NCPA - National Center for Policy Analysis


February 4, 2009

Congress is moving so fast and furious that it's impossible to keep up.  And we are about to miss the tax increase on the poor and middle class that Congress is going to pass without a whit of media attention, says the Wall Street Journal. 

That's the tax increase on smokers that is part of the new children's health care subsidy bill, explains the Journal:

  • To finance this $73 billion entitlement expansion over 10 years, the bill imposes an additional federal tax of 61 cents per cigarette pack, from 39 cents today.
  • According to the Bureau of Economic Analysis, 96 percent of America's 25 million smokers make less than $150,000 a year.
  • The Tax Foundation estimates that 99 percent of the smokers who will pay the new tax make less than $250,000, which is the income below which President Obama promised would see no tax increase.

No other federal tax hurts the poor more than the cigarette tax.  A 61-cent cigarette tax hike is the equivalent of a 25 percent cut in that tax credit for some low-income families.  So politicians give these families money with one hand and take it back with the other, says the Journal.
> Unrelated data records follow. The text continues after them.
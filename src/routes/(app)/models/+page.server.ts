import { requireRole } from '$lib/server/guards';
import { listModelsFor } from '$lib/server/models';
import type { PageServerLoad } from './$types';

export const load: PageServerLoad = ({ locals }) => {
	const user = requireRole(locals, 'aerodynamicist', 'admin');
	return { models: listModelsFor(locals.db, user) };
};
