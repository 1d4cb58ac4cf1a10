import type { DbOrTx } from '../db/open';
import type { campaign, invoice } from '../db/schema';
import { ownerAndOperators } from '../bookings/notices';
import { enqueueMail } from '../mail/outbox';

type Paid = {
	campaign: typeof campaign.$inferSelect;
	invoice: typeof invoice.$inferSelect;
	facilityName: string;
};

/** Tells the campaign's owner and every active operator that an invoice was paid. */
export function notifyPayment(
	tx: DbOrTx,
	{ campaign: c, invoice: paid, facilityName }: Paid,
	origin: string
) {
	const to = ownerAndOperators(tx, c.ownerId);
	if (!to.length) return;
	enqueueMail(tx, {
		kind: 'payment',
		to,
		subject: `Invoice ${paid.number} paid`,
		text:
			`Invoice ${paid.number} of ${facilityName}, ${paid.total} ${paid.rates.currency}, ` +
			`for the campaign "${c.name}" has been paid by card through the payment service.` +
			`\n\nCampaign: ${origin}/campaigns/${c.id}`
	});
}
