import { eq } from 'drizzle-orm';
import Stripe from 'stripe';
import { documentNumber } from '../../billing/numbers';
import { toMinorUnits } from '../../calc';
import type { Db } from '../db/open';
import { facility, invoice } from '../db/schema';
import { refuse, type Outcome } from '../outcome';
import { paymentService } from './running';
import type { PaymentService } from './service';

export type CheckoutUrls = {
	/** Where the service sends the payer after paying; the invoice is marked paid by the webhook. */
	successUrl: string;
	cancelUrl: string;
};

type InvoiceRow = typeof invoice.$inferSelect;

/** Why an invoice cannot be paid now, or null when it can. */
function unpayable(row: InvoiceRow): string | null {
	if (row.kind !== 'invoice') return 'A credit note is not paid.';
	if (row.paidAt) return 'This invoice is already paid.';
	if (row.creditedBy) return 'This invoice was cancelled by a credit note.';
	if (toMinorUnits(row.total, row.rates.currency) <= 0)
		return 'This invoice comes to nothing to pay.';
	return null;
}

/**
 * The service said no or could not be reached. A refused request (an amount under the
 * service's minimum, a currency the account does not take) is the payer's to read; anything
 * else is the operator's, and the payer is asked to try later.
 */
function serviceRefusal(error: InstanceType<typeof Stripe.errors.StripeError>) {
	if (error instanceof Stripe.errors.StripeInvalidRequestError)
		return refuse('invalid', `The payment service refused this payment: ${error.message}`);
	console.error(`Payment service: ${error.type} ${error.statusCode ?? ''} ${error.message}`);
	return refuse('conflict', 'The payment service cannot be reached just now; try again later.');
}

/** The line the payer sees on the service's page and statement. */
export function checkoutDescription(facilityName: string, number: number): string {
	return `${facilityName}, invoice ${documentNumber(number)}`;
}

/** An open session already made for this invoice, for the same amount, to send the payer back to. */
async function openSessionUrl(
	service: PaymentService,
	row: InvoiceRow,
	amount_minor: number
): Promise<string | null> {
	if (!row.checkoutSessionId) return null;
	try {
		const session = await service.stripe.checkout.sessions.retrieve(row.checkoutSessionId);
		const same =
			session.status === 'open' &&
			session.amount_total === amount_minor &&
			session.currency === row.rates.currency.toLowerCase();
		return same ? session.url : null;
	} catch {
		// A session the service no longer knows (made against another account, say): start anew.
		return null;
	}
}

/**
 * Starts paying an invoice on the payment service's hosted page and answers its address. The
 * caller has already checked that the signed-in user may pay it. An open session made earlier
 * is reused, so two clicks cannot take the money twice; the invoice is marked paid only when
 * the service's signed webhook says so.
 */
export async function startCheckout(
	db: Db,
	target: { id: string },
	{ successUrl, cancelUrl }: CheckoutUrls,
	service: PaymentService = paymentService()
): Promise<Outcome<{ url: string }>> {
	const found = db
		.select({ row: invoice, facilityName: facility.name })
		.from(invoice)
		.innerJoin(facility, eq(facility.id, invoice.facilityId))
		.where(eq(invoice.id, target.id))
		.get();
	if (!found) return refuse('not-found', 'No such invoice.');
	const { row, facilityName } = found;
	const why = unpayable(row);
	if (why) return refuse('conflict', why);

	const amount_minor = toMinorUnits(row.total, row.rates.currency);
	const reused = await openSessionUrl(service, row, amount_minor);
	if (reused) return { ok: true, url: reused };

	let session: Stripe.Checkout.Session;
	try {
		session = await service.stripe.checkout.sessions.create({
			mode: 'payment',
			line_items: [
				{
					quantity: 1,
					price_data: {
						currency: row.rates.currency.toLowerCase(),
						unit_amount: amount_minor,
						product_data: { name: checkoutDescription(facilityName, row.number) }
					}
				}
			],
			client_reference_id: row.id,
			metadata: { invoiceId: row.id },
			success_url: successUrl,
			cancel_url: cancelUrl
		});
	} catch (error) {
		if (!(error instanceof Stripe.errors.StripeError)) throw error;
		return serviceRefusal(error);
	}
	if (!session.url) throw new Error(`Checkout session ${session.id} came without a page address.`);
	db.update(invoice).set({ checkoutSessionId: session.id }).where(eq(invoice.id, row.id)).run();
	return { ok: true, url: session.url };
}
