import { z } from 'zod';
import type { NewFakeSession } from './fake-sessions';

/** An error as the payment service's API words it, with the HTTP status it comes with. */
export type ServiceError = {
	status: number;
	error: { type: string; code?: string; message: string; param?: string };
};

export function invalidRequest(message: string, code?: string, param?: string): ServiceError {
	return {
		status: 400,
		error: {
			type: 'invalid_request_error',
			message,
			...(code ? { code } : {}),
			...(param ? { param } : {})
		}
	};
}

const LINE = 'line_items[0]';
const FIELDS = {
	mode: 'mode',
	successUrl: 'success_url',
	cancelUrl: 'cancel_url',
	clientReferenceId: 'client_reference_id',
	currency: `${LINE}[price_data][currency]`,
	unitAmount: `${LINE}[price_data][unit_amount]`,
	name: `${LINE}[price_data][product_data][name]`,
	quantity: `${LINE}[quantity]`
} as const;
const METADATA_KEY = /^metadata\[([^[\]]{1,40})\]$/;

const httpUrl = z.url({ protocol: /^https?$/ }).max(2048);
const wholeNumber = z
	.string()
	.regex(/^\d{1,12}$/)
	.transform(Number);
/**
 * The service takes amounts of up to eight digits in the minor unit (Stripe API reference, the
 * Charge object's `amount`: 99999999 is USD 999,999.99).
 */
const MAX_AMOUNT_MINOR = 99_999_999;

/** The form the SDK sends to create a checkout session, as far as the stand-in takes it. */
const createSessionForm = z.object({
	mode: z.literal('payment'),
	successUrl: httpUrl,
	cancelUrl: httpUrl,
	clientReferenceId: z.string().min(1).max(200).optional(),
	currency: z.string().regex(/^[a-z]{3}$/),
	unitAmount: wholeNumber.refine(
		(n) => n > 0 && n <= MAX_AMOUNT_MINOR,
		`must be 1 to ${MAX_AMOUNT_MINOR} in the minor unit`
	),
	name: z.string().min(1).max(500),
	quantity: wholeNumber.refine((n) => n >= 1 && n <= 999, 'must be 1 to 999')
});

/**
 * Reads the SDK's form-encoded body (nested keys flattened with brackets, as
 * `line_items[0][price_data][unit_amount]`). A key the stand-in does not know is refused, as
 * the service refuses unknown parameters, rather than silently dropped.
 */
export function parseCreateSession(body: string): NewFakeSession | ServiceError {
	const form = new URLSearchParams(body);
	const known = new Set<string>(Object.values(FIELDS));
	const metadata: Record<string, string> = {};
	for (const [key, value] of form) {
		const metadataKey = METADATA_KEY.exec(key)?.[1];
		if (metadataKey !== undefined) {
			if (value.length > 500)
				return invalidRequest(
					`Metadata values are at most 500 characters.`,
					'parameter_invalid_string_too_long',
					key
				);
			metadata[metadataKey] = value;
		} else if (!known.has(key)) {
			return invalidRequest(
				`Received unknown parameter: ${key.slice(0, 200)}`,
				'parameter_unknown',
				key.slice(0, 200)
			);
		}
	}
	if (Object.keys(metadata).length > 50)
		return invalidRequest('At most 50 metadata keys.', 'parameter_invalid', 'metadata');
	const raw = Object.fromEntries(
		Object.entries(FIELDS).map(([name, key]) => [name, form.get(key) ?? undefined])
	);
	const parsed = createSessionForm.safeParse(raw);
	if (!parsed.success) {
		const issue = parsed.error.issues[0]!;
		const param = FIELDS[issue.path[0] as keyof typeof FIELDS];
		const missing = raw[issue.path[0] as string] === undefined;
		return invalidRequest(
			missing ? `Missing required param: ${param}.` : `Invalid ${param}: ${issue.message}`,
			missing ? 'parameter_missing' : 'parameter_invalid',
			param
		);
	}
	const { unitAmount, quantity, name, clientReferenceId, successUrl, cancelUrl, currency } =
		parsed.data;
	return {
		amount_minor: unitAmount * quantity,
		currency,
		description: name,
		metadata,
		clientReferenceId: clientReferenceId ?? null,
		successUrl,
		cancelUrl
	};
}
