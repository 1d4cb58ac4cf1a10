import { eq } from 'drizzle-orm';
import { toMinorUnits } from '../../calc';
import { writeTransaction, type Db, type Tx } from '../db/open';
import { documentNumber } from '../../billing/numbers';
import { notifyBilling } from '../billing/notices';
import { campaign, facility, invoice, paymentEvent } from '../db/schema';
import { recordCampaignEvent } from '../review/audit';

/** What became of one event from the payment service. */
export type Receipt =
	| 'paid'
	/** Seen before: the service sends an event again until it hears 200, and anyone may replay one. */
	| 'duplicate'
	/** Kept for its id only: a type the app does not act on, or a session not yet paid. */
	| 'recorded'
	/** Kept, and the invoice left as it was: logged for someone to look at. */
	| 'not-applied';

/** The parts of a paid checkout session the app acts on. */
export type PaidSession = {
	sessionId: string;
	invoiceId: string | null;
	amount_minor: number | null;
	currency: string | null;
};

/** Who the audit trail names for a payment: no person of the app made it. */
const PAYMENT_SERVICE_ACTOR = 'Payment service';

function applyPayment(tx: Tx, eventId: string, paid: PaidSession, origin: string): Receipt {
	const warn = (why: string) => {
		console.warn(`Payment event ${eventId} (session ${paid.sessionId}) not applied: ${why}.`);
		return 'not-applied' as const;
	};
	if (!paid.invoiceId) return warn('it names no invoice');
	const row = tx
		.select({ invoice, facilityName: facility.name, campaign })
		.from(invoice)
		.innerJoin(facility, eq(facility.id, invoice.facilityId))
		.innerJoin(campaign, eq(campaign.id, invoice.campaignId))
		.where(eq(invoice.id, paid.invoiceId))
		.get();
	if (!row) return warn(`no invoice ${paid.invoiceId}`);
	const { invoice: billed, campaign: c } = row;
	const currency = billed.rates.currency;
	if (billed.kind !== 'invoice') return warn(`${billed.id} is a credit note`);
	if (billed.paidAt)
		return warn(`invoice ${billed.id} was already paid; refund this payment by hand`);
	if (
		paid.amount_minor !== toMinorUnits(billed.total, currency) ||
		paid.currency !== currency.toLowerCase()
	)
		return warn(
			`${paid.amount_minor} ${paid.currency} paid, invoice ${billed.id} is for ${billed.total} ${currency}`
		);

	if (billed.creditedBy)
		console.warn(`Invoice ${billed.id} was paid after a credit note cancelled it; refund by hand.`);
	tx.update(invoice)
		.set({ paidAt: new Date(), paymentEventId: eventId })
		.where(eq(invoice.id, billed.id))
		.run();
	const said = `Invoice ${documentNumber(billed.number)}: ${billed.total} ${currency} paid`;
	recordCampaignEvent(
		tx,
		c,
		{ id: null, name: PAYMENT_SERVICE_ACTOR },
		'receive-payment',
		`${said} by card.`
	);
	notifyBilling(
		tx,
		c,
		{ client: true, operators: true },
		`${said} — ${c.name}`,
		`${said} by card through the payment service, for “${c.name}” at ${row.facilityName}.`,
		`${origin}/invoices/${billed.id}`
	);
	return 'paid';
}

/**
 * Files one verified event in one transaction: its id first, so a replay changes nothing, then
 * for a paid session the invoice it names, when the amount and currency are the invoice's.
 */
export function receivePaymentEvent(
	db: Db,
	event: { id: string; type: string },
	paid: PaidSession | null,
	origin: string
): Receipt {
	return writeTransaction(db, (tx) => {
		const fresh = tx
			.insert(paymentEvent)
			.values({ eventId: event.id, type: event.type, invoiceId: paid?.invoiceId ?? null })
			.onConflictDoNothing()
			.run();
		if (fresh.changes === 0) return 'duplicate';
		return paid ? applyPayment(tx, event.id, paid, origin) : 'recorded';
	});
}
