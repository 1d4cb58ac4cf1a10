import Stripe from 'stripe';
import type { Db } from '../db/open';
import { storedSecret } from '../settings';
import { startFakePaymentService } from './fake-service';

export type PaymentService = {
	stripe: Stripe;
	/** The secret the service signs its webhook calls with. */
	webhookSecret: string;
	/** True when the local stand-in answers instead of the real service. */
	testCheckout: boolean;
	close(): Promise<void>;
};

type Env = Record<string, string | undefined>;

/**
 * The payment service the app talks to, always through the SDK: the account of
 * `STRIPE_SECRET_KEY` or, without one, the local stand-in on a loopback port, reached by
 * pointing the same client at it. The stand-in's key and signing secret are kept in the
 * database, so every app process on it signs and checks alike.
 */
export async function openPaymentService(
	db: Db,
	env: Env,
	log: (line: string) => void = console.log
): Promise<PaymentService> {
	const secretKey = env.STRIPE_SECRET_KEY?.trim();
	if (secretKey) {
		const webhookSecret = env.STRIPE_WEBHOOK_SECRET?.trim();
		// Without it no payment could ever be confirmed: better to stop the start than every payment.
		if (!webhookSecret)
			throw new Error(
				'STRIPE_SECRET_KEY is set but STRIPE_WEBHOOK_SECRET is not (README, Payments).'
			);
		return {
			stripe: new Stripe(secretKey),
			webhookSecret,
			testCheckout: false,
			close: async () => undefined
		};
	}
	const apiKey = `sk_test_${storedSecret(db, 'payments-stand-in-api-key')}`;
	const fake = await startFakePaymentService(db, apiKey);
	log(
		`Payments: STRIPE_SECRET_KEY is not set; checkout goes to a local stand-in on 127.0.0.1:${fake.port} that takes no card.`
	);
	return {
		stripe: new Stripe(apiKey, { host: '127.0.0.1', port: fake.port, protocol: 'http' }),
		webhookSecret: `whsec_${storedSecret(db, 'payments-stand-in-webhook-secret')}`,
		testCheckout: true,
		close: () => fake.close()
	};
}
But there's another problem.  The number of smokers keeps falling, but health care costs keep rising.  So paying for the biggest new health care expansion in years with a declining revenue source is a guarantee of future red ink that will increase pressure for higher income taxes too. 

Look at Maryland:

  • The state doubled its cigarette tax two years ago to finance a new health care program.
  • That has led to 25 percent less tobacco revenue than expected because of declining sales, so the program is already in the red after its first year.